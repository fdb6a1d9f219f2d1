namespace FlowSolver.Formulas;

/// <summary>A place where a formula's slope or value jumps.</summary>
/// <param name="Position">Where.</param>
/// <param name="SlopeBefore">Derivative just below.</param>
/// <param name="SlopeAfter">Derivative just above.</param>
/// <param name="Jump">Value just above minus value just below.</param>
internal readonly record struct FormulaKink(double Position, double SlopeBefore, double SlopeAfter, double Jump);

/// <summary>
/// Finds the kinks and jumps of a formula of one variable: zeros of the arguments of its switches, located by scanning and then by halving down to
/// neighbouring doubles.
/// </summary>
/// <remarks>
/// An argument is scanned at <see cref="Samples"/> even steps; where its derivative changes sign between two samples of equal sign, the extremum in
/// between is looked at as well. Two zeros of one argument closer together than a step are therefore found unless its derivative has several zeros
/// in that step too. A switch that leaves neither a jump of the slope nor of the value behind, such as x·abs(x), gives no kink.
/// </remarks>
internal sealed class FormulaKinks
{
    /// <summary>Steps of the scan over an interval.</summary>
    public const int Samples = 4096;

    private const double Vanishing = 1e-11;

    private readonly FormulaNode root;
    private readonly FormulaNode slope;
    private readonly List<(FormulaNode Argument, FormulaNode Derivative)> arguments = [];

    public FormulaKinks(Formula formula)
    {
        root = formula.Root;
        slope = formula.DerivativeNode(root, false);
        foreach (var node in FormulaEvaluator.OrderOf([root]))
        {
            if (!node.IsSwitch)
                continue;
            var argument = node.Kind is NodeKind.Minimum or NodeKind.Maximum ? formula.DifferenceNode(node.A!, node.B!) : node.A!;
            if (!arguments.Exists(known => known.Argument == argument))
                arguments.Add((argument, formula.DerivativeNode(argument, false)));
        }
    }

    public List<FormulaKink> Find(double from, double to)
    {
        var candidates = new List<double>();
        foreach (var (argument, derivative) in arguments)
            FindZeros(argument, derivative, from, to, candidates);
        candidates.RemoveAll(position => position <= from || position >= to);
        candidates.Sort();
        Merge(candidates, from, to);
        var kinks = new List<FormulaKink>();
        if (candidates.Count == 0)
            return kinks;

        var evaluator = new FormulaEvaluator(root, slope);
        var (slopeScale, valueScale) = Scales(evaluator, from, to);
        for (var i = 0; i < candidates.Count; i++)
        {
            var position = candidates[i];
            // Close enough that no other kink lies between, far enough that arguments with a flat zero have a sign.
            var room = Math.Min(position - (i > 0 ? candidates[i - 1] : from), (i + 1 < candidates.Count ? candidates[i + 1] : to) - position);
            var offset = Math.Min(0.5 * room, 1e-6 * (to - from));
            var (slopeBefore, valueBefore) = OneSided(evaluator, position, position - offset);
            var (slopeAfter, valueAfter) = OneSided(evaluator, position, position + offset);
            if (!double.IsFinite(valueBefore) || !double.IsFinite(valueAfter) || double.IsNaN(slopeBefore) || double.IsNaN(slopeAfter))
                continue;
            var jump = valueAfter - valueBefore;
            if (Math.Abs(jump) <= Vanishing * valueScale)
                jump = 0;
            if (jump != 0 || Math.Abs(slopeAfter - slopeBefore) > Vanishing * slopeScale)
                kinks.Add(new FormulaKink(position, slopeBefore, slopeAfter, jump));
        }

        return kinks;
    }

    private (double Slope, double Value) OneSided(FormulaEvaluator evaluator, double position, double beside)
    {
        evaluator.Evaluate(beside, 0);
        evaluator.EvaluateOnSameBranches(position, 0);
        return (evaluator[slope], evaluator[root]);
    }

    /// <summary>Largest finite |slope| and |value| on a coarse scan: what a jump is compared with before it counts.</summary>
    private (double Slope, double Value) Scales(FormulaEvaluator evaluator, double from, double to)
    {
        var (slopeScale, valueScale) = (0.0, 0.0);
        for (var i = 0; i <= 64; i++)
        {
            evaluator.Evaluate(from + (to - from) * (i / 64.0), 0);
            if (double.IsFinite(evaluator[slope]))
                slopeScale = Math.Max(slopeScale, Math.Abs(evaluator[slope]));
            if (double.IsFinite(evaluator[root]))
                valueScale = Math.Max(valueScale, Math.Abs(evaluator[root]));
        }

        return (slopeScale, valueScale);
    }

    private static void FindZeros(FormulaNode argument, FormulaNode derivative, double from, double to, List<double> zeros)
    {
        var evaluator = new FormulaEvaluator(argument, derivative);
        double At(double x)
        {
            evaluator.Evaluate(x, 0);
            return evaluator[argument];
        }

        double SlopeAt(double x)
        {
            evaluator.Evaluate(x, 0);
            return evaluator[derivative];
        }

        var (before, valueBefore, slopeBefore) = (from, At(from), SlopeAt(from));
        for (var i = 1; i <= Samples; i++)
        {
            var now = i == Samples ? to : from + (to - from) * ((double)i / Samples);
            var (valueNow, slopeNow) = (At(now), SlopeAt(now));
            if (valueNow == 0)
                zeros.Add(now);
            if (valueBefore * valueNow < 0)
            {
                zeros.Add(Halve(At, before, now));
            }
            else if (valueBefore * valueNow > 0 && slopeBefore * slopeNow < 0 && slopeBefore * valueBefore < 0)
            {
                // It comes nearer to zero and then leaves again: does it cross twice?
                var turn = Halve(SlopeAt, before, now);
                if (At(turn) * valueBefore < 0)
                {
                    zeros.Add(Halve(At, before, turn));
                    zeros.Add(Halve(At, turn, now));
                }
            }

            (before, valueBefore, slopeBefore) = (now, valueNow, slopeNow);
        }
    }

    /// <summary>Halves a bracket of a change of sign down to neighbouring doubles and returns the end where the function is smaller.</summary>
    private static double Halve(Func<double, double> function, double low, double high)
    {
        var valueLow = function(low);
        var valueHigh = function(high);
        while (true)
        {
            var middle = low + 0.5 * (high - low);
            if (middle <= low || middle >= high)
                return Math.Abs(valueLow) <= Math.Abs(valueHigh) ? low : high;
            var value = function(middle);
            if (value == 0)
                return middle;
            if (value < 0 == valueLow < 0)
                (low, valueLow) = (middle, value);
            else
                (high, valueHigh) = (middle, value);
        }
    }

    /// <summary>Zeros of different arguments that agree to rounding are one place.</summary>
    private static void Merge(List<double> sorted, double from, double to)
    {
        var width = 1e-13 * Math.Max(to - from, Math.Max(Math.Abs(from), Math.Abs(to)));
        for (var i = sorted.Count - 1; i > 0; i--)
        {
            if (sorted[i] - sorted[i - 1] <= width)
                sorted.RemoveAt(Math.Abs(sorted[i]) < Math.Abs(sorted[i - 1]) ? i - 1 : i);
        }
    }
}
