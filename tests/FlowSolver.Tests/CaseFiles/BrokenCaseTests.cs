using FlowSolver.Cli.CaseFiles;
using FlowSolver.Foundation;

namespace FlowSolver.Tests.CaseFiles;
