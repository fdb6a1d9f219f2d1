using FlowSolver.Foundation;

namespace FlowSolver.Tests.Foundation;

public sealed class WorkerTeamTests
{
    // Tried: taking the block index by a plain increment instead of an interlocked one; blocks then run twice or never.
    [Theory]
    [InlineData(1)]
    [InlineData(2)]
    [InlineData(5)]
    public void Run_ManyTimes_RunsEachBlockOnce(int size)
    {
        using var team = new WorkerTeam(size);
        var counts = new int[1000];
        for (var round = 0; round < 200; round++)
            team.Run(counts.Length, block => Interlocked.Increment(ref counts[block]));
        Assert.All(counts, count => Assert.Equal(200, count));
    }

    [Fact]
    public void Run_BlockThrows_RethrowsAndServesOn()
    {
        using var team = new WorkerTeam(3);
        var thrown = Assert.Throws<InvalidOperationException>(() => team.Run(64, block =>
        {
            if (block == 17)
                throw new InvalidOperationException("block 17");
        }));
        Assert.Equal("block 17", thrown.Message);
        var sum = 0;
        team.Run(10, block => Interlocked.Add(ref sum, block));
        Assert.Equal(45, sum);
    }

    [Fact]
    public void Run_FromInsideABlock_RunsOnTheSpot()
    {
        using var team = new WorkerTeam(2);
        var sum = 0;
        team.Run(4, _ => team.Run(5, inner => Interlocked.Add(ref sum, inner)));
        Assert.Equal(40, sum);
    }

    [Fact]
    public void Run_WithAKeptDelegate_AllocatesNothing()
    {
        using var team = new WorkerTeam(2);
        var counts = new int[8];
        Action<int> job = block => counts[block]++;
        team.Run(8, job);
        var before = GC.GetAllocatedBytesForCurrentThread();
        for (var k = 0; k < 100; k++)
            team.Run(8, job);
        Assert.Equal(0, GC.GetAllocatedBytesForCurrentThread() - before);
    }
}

PROMPT: Only those lines of the entries above that run from the line containing "candidates.RemoveAll(position => position" to the line containing "var (slopeAfter, valueAfter)", both included, should be transcribed exactly.

FINISHED TASK:
        candidates.RemoveAll(position => position <= from || position >= to);
        candidates.Sort();
        Merge(candidates, from, to);
        var kinks = new List<FormulaKink>();
        if (candidates.Count == 0)
            return kinks;

        var evaluator = new FormulaEvaluator(root, slope);
        var (slopeScale, valueScale) = Scales(evaluator, from, to);
        for (var i = 0; i < candidates.Count; i++)
        {
            var position = candidates[i];
            // Close enough that no other kink lies between, far enough that arguments with a flat zero have a sign.
            var room = Math.Min(position - (i > 0 ? candidates[i - 1] : from), (i + 1 < candidates.Count ? candidates[i + 1] : to) - position);
            var offset = Math.Min(0.5 * room, 1e-6 * (to - from));
            var (slopeBefore, valueBefore) = OneSided(evaluator, position, position - offset);
            var (slopeAfter, valueAfter) = OneSided(evaluator, position, position + offset);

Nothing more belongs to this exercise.